→ **What is required**
Go through the listing below and show each line that has the word "cells".

→ **Supplied entries**
****

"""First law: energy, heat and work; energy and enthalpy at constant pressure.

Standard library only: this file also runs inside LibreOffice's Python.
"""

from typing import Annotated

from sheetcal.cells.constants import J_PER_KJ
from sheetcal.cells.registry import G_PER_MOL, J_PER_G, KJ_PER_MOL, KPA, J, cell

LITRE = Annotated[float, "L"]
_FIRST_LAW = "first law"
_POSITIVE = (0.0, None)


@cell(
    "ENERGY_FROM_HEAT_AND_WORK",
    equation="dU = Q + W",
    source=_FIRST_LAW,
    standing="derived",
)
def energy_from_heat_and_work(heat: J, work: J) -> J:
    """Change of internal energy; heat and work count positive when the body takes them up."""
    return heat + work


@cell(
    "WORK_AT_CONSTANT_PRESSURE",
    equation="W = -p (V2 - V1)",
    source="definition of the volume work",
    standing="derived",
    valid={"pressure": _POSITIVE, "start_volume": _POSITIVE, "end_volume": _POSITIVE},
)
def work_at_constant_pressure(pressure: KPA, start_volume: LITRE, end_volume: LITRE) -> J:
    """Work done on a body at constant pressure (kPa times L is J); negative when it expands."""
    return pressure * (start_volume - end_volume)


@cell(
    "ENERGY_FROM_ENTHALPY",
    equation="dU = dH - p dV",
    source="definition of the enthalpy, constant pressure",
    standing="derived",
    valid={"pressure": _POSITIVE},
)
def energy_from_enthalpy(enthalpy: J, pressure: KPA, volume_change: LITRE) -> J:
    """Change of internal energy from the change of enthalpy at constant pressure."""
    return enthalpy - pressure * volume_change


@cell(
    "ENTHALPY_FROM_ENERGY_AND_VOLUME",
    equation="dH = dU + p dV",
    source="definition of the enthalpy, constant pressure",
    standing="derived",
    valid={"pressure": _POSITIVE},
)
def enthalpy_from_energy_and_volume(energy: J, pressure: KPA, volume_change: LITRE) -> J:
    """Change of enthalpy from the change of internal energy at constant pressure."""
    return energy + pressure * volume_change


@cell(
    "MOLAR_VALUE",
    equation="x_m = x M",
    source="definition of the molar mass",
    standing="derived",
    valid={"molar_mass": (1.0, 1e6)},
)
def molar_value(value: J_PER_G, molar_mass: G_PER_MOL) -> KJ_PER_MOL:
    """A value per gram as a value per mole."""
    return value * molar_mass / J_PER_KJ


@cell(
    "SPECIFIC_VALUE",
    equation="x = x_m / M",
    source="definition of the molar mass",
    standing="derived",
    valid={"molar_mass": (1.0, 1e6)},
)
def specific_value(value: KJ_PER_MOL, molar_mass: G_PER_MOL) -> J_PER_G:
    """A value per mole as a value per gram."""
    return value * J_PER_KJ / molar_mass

****

→ **Answer section**
from sheetcal.cells.constants import J_PER_KJ
from sheetcal.cells.registry import G_PER_MOL, J_PER_G, KJ_PER_MOL, KPA, J, cell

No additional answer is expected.